• Dataset:

--- START ---

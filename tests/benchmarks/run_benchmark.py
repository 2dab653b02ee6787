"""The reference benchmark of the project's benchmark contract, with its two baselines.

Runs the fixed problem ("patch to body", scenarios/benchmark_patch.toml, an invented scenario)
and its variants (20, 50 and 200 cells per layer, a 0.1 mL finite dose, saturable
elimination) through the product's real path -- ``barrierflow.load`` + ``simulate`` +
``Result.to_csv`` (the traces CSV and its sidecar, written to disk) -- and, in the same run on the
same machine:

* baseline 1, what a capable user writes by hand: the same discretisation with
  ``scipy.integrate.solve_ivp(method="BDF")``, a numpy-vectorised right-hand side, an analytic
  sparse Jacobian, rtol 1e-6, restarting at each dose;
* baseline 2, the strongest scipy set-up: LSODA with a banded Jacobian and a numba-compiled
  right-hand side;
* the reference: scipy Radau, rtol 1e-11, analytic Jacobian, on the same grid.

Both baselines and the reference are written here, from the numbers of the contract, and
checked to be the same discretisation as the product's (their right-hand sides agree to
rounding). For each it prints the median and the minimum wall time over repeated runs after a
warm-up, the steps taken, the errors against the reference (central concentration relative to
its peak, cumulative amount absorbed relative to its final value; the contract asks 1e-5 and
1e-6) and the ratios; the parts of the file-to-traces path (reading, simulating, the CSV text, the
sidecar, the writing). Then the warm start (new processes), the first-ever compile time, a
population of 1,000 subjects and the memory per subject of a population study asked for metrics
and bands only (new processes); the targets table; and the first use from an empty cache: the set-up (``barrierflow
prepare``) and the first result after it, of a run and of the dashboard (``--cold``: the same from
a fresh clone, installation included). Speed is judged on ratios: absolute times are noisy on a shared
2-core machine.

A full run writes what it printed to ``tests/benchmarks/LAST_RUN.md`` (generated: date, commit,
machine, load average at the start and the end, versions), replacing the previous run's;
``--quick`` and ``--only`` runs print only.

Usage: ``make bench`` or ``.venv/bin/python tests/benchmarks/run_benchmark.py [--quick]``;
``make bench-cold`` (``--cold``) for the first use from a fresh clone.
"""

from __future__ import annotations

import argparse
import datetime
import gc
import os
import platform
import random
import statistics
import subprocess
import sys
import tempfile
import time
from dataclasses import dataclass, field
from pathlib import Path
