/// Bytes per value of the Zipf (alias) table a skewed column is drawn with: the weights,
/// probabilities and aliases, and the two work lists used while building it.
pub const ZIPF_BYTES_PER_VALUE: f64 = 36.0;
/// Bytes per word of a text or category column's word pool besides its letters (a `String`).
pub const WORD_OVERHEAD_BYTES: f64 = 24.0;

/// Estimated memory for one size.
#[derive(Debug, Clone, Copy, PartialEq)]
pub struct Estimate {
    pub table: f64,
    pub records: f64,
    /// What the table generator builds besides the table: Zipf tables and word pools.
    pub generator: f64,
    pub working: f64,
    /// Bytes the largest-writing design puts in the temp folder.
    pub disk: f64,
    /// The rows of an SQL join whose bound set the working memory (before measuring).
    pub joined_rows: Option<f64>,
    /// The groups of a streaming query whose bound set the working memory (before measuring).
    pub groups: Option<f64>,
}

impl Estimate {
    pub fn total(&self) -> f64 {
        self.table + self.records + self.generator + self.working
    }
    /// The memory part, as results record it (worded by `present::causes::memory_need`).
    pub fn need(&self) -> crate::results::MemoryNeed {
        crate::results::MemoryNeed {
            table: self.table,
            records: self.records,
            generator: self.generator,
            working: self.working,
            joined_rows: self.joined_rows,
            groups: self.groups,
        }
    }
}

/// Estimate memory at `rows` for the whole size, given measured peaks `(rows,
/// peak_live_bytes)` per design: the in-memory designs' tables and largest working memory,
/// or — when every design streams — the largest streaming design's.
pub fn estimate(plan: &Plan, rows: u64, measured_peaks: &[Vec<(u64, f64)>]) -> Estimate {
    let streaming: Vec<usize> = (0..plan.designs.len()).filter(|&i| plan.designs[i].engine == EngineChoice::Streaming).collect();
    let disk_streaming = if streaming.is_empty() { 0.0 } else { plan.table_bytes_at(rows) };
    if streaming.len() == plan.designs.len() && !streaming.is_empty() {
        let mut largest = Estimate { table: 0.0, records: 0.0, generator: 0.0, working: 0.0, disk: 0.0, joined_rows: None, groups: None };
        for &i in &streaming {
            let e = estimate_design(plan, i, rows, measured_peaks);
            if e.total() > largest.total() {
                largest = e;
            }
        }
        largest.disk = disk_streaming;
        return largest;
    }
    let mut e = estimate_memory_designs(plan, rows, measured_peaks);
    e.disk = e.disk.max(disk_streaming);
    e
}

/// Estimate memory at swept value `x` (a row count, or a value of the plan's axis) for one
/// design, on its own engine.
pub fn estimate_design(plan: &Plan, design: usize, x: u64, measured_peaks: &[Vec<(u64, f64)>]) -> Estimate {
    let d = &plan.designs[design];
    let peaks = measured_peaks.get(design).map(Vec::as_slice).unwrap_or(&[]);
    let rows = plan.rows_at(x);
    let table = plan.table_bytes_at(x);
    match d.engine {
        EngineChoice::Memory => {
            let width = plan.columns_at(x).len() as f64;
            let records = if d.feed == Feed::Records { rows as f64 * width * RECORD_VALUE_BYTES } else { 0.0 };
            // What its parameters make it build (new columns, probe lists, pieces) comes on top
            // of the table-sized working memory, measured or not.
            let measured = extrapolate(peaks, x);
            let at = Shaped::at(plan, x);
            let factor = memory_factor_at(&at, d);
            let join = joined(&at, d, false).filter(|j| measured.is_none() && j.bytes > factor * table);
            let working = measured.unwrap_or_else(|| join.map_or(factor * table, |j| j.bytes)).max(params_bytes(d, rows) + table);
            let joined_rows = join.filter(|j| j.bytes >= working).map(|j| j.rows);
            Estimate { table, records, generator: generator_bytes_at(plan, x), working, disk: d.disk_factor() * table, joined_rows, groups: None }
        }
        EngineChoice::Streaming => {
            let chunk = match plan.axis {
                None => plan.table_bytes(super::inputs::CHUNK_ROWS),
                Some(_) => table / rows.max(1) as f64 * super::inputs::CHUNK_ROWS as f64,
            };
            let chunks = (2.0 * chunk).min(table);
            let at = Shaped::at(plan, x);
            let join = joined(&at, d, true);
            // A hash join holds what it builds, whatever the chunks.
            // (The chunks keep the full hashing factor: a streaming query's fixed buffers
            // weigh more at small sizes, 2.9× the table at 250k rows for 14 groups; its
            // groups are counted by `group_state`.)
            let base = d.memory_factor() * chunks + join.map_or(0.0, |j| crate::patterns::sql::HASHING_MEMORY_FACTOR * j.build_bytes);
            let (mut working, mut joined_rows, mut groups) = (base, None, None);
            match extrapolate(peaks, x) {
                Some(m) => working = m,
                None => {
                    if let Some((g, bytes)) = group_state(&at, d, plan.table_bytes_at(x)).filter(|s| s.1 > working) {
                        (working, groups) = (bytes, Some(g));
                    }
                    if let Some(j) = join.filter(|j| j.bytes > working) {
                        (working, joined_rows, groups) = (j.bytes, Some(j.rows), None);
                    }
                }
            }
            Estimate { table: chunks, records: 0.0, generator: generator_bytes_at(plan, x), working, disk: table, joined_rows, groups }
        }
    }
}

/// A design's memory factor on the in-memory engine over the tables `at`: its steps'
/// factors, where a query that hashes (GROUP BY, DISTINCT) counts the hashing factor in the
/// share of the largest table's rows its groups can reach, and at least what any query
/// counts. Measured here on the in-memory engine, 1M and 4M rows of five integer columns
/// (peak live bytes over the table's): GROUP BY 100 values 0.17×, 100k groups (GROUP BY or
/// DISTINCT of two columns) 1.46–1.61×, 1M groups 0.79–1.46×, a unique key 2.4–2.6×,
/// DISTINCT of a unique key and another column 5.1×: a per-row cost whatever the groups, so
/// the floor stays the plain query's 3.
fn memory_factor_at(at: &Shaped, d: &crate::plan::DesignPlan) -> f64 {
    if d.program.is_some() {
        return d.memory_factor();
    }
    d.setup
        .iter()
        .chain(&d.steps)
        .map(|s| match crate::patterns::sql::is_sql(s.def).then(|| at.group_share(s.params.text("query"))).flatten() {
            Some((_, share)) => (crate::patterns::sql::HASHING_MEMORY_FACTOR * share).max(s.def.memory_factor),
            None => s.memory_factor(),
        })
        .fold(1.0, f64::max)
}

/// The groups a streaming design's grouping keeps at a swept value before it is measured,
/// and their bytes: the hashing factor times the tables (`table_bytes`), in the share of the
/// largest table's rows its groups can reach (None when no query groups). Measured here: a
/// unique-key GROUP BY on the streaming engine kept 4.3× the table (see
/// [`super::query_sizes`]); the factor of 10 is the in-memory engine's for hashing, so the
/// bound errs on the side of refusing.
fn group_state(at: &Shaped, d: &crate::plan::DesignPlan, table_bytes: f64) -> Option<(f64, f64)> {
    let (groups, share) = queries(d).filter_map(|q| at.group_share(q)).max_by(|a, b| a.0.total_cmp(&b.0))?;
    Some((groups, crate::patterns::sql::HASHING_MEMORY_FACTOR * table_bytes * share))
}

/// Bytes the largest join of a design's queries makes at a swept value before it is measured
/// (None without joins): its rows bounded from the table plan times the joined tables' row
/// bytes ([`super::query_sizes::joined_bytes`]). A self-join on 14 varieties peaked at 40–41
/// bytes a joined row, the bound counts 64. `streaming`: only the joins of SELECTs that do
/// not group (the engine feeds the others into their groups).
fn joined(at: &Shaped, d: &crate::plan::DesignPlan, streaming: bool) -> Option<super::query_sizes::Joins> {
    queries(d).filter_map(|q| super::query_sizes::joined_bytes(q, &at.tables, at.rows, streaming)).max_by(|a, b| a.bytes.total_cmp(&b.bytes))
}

--- END ---

Copy here each line of the preceding records with "fixed" in it.

Runs the fixed problem ("patch to body", scenarios/benchmark_patch.toml, an invented scenario)
            // (The chunks keep the full hashing factor: a streaming query's fixed buffers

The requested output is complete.